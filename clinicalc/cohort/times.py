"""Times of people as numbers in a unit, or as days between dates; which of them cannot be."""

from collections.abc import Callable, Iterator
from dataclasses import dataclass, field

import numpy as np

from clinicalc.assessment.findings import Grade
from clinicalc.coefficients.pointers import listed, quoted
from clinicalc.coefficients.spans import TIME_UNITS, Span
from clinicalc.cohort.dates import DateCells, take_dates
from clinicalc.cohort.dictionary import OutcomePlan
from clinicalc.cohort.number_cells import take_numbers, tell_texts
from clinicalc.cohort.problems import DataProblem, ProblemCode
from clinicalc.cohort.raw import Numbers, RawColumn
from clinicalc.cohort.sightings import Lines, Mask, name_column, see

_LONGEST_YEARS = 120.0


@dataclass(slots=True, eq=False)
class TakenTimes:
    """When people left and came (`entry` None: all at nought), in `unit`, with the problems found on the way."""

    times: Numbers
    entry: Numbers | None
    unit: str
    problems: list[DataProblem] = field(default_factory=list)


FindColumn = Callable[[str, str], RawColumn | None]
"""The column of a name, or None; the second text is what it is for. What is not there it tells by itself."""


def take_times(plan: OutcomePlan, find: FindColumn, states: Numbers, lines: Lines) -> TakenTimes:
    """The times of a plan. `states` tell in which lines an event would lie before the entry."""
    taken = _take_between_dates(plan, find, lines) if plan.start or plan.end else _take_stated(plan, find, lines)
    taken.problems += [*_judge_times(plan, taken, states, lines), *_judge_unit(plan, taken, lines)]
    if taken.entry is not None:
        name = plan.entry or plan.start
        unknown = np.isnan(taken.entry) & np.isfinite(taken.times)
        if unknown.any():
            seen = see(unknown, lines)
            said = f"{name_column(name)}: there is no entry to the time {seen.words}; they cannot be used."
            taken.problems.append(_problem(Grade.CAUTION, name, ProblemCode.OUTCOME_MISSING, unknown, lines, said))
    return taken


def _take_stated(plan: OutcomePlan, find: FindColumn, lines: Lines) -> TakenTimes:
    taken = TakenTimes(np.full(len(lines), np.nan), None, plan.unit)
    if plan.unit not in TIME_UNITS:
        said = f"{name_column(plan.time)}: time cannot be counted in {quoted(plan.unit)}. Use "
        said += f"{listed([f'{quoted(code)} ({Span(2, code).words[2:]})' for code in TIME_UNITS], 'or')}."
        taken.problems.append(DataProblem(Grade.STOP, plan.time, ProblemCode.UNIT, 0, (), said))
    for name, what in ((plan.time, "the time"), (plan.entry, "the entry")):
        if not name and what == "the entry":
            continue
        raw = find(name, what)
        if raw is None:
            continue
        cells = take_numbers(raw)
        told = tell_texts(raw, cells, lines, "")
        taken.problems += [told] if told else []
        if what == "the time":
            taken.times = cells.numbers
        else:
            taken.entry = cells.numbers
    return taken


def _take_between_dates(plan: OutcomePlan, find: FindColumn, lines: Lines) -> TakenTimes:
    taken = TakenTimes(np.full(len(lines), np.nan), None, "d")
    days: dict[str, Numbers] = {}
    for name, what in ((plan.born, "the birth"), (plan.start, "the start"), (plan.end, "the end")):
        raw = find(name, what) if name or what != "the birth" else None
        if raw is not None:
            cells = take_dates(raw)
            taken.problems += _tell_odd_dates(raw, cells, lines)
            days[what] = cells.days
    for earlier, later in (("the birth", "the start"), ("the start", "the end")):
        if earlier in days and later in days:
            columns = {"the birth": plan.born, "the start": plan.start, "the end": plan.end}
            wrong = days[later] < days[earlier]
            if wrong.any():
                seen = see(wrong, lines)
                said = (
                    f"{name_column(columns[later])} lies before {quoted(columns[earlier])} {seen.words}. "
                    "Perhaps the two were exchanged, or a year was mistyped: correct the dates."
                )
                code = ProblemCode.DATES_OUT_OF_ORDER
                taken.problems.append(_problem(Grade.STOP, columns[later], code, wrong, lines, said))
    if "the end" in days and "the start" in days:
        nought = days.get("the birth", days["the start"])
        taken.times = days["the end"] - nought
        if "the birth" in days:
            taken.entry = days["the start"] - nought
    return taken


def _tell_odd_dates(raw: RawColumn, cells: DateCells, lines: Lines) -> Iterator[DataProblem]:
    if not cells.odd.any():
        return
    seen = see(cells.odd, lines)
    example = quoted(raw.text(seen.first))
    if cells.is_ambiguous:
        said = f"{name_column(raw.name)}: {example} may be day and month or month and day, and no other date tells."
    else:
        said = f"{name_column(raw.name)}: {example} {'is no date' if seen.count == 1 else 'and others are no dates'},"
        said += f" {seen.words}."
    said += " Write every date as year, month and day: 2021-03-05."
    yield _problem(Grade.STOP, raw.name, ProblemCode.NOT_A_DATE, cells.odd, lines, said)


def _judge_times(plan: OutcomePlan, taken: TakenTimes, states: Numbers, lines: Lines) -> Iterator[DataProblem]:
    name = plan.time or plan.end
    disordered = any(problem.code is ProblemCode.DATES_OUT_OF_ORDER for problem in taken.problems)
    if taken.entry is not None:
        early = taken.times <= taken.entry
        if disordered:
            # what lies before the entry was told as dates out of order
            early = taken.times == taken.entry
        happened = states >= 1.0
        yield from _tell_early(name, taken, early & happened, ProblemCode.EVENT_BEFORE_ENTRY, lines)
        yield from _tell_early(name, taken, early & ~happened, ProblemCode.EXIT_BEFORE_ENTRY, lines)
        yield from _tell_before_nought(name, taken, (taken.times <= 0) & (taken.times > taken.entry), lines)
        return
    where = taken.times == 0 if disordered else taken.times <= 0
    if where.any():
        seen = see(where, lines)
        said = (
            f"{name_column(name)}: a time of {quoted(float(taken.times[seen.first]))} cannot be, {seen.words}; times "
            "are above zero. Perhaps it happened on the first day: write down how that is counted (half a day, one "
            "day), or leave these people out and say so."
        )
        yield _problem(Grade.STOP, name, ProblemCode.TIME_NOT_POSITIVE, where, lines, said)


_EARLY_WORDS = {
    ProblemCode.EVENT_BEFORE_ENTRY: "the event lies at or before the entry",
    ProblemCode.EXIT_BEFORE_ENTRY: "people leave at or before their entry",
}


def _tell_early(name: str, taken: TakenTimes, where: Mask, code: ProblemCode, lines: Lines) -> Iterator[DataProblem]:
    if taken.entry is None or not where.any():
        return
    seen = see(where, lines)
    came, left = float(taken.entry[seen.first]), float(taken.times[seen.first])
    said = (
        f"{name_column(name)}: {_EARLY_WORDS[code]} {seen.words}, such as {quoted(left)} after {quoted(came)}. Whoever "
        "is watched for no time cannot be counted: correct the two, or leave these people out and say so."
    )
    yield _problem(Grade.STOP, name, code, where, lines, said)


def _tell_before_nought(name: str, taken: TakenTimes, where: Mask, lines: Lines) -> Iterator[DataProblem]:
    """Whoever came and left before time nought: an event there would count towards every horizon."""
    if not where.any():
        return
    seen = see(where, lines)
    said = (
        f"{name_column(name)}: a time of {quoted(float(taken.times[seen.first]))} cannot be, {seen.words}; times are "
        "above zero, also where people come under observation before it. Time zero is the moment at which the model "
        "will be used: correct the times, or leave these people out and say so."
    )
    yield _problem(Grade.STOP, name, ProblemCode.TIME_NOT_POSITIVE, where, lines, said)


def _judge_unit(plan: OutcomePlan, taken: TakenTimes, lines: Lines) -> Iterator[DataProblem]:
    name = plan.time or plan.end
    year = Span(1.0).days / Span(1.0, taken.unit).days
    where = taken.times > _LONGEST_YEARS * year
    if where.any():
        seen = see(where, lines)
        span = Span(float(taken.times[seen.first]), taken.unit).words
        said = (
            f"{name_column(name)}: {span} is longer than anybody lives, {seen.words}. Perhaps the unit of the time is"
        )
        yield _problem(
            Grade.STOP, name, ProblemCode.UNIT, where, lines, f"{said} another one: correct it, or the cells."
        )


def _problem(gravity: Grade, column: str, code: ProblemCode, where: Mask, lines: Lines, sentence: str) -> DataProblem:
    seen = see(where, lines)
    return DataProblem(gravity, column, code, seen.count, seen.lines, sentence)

+-------+

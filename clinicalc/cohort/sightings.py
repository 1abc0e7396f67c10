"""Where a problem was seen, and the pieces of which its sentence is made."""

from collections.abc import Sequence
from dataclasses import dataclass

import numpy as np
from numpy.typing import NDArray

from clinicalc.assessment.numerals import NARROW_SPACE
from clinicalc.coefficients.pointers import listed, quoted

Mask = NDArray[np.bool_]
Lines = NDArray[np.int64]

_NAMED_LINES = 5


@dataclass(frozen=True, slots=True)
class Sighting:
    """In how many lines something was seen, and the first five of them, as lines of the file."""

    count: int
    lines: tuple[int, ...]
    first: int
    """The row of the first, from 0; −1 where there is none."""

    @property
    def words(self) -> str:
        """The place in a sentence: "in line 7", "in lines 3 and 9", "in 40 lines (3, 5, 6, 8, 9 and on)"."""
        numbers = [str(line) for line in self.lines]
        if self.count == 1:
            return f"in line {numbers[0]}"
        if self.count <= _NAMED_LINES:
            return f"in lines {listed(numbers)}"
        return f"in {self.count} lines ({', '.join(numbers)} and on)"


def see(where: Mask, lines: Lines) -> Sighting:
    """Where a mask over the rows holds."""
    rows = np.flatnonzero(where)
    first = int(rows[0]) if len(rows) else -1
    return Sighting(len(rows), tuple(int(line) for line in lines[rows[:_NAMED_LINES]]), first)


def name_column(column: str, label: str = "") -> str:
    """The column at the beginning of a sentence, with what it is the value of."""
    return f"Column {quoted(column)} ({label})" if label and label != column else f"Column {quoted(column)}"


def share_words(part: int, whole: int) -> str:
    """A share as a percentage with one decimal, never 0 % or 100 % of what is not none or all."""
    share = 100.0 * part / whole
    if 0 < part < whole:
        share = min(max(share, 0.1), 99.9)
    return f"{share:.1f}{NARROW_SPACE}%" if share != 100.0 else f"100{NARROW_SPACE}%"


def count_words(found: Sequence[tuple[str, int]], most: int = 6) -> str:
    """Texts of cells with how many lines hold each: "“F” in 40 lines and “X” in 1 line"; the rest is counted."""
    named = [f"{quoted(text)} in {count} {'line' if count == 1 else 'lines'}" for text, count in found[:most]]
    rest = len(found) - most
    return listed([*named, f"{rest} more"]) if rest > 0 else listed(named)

+-------+

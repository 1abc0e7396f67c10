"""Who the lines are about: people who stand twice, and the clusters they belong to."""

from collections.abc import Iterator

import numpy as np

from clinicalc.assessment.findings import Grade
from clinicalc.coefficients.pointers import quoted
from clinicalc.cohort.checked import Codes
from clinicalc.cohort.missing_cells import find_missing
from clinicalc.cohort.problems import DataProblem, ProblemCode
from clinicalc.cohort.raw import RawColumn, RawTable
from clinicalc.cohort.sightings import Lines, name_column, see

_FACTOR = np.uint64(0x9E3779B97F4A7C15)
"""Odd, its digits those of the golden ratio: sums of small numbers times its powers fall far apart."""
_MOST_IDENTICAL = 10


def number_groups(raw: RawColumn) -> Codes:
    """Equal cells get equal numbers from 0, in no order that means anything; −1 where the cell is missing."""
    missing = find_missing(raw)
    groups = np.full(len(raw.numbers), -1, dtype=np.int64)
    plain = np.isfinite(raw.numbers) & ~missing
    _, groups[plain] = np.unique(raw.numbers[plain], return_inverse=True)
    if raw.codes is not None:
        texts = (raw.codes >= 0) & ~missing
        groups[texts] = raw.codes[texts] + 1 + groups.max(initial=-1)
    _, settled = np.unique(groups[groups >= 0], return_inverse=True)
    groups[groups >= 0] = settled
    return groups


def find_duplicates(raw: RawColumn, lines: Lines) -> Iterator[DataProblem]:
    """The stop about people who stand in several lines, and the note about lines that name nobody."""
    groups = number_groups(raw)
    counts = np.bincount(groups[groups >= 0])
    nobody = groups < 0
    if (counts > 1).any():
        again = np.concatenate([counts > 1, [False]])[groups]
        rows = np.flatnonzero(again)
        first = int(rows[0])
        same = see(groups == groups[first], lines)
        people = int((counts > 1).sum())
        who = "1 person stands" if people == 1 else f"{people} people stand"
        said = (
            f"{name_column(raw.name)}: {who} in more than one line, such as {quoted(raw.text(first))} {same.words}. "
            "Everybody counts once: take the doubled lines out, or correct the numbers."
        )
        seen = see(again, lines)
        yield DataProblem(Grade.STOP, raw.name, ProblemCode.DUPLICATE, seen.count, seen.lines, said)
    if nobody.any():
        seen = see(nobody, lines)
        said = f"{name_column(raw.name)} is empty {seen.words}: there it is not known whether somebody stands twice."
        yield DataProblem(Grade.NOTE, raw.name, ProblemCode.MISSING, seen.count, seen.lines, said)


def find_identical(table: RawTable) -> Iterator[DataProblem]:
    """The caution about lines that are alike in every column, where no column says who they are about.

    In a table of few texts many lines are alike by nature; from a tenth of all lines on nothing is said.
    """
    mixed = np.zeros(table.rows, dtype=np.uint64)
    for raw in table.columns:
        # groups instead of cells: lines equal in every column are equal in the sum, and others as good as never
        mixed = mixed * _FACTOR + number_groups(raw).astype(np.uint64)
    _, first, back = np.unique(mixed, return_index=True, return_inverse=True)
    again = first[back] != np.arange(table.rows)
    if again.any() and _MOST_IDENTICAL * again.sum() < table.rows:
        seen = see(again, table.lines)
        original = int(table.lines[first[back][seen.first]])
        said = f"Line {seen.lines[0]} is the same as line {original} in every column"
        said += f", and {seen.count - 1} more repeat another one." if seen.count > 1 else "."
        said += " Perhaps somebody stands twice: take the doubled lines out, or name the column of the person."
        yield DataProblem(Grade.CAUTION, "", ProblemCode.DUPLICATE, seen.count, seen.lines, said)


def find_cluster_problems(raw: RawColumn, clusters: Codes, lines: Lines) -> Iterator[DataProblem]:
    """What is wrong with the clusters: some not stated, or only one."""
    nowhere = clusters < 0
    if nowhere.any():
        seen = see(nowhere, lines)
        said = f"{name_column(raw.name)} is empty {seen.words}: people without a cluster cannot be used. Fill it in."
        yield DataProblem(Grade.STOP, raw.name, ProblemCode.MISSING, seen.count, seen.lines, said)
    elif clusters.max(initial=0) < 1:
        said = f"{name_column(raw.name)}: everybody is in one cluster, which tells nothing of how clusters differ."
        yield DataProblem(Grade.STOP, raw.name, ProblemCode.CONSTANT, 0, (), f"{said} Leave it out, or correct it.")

+-------+

**WORK TO BE COMPLETED**
Every line above that holds the word "columns" needs to be copied.

**ANSWER TO THE PROBLEM**
            columns = {"the birth": plan.born, "the start": plan.start, "the end": plan.end}
                    f"{name_column(columns[later])} lies before {quoted(columns[earlier])} {seen.words}. "
                taken.problems.append(_problem(Grade.STOP, columns[later], code, wrong, lines, said))
    for raw in table.columns:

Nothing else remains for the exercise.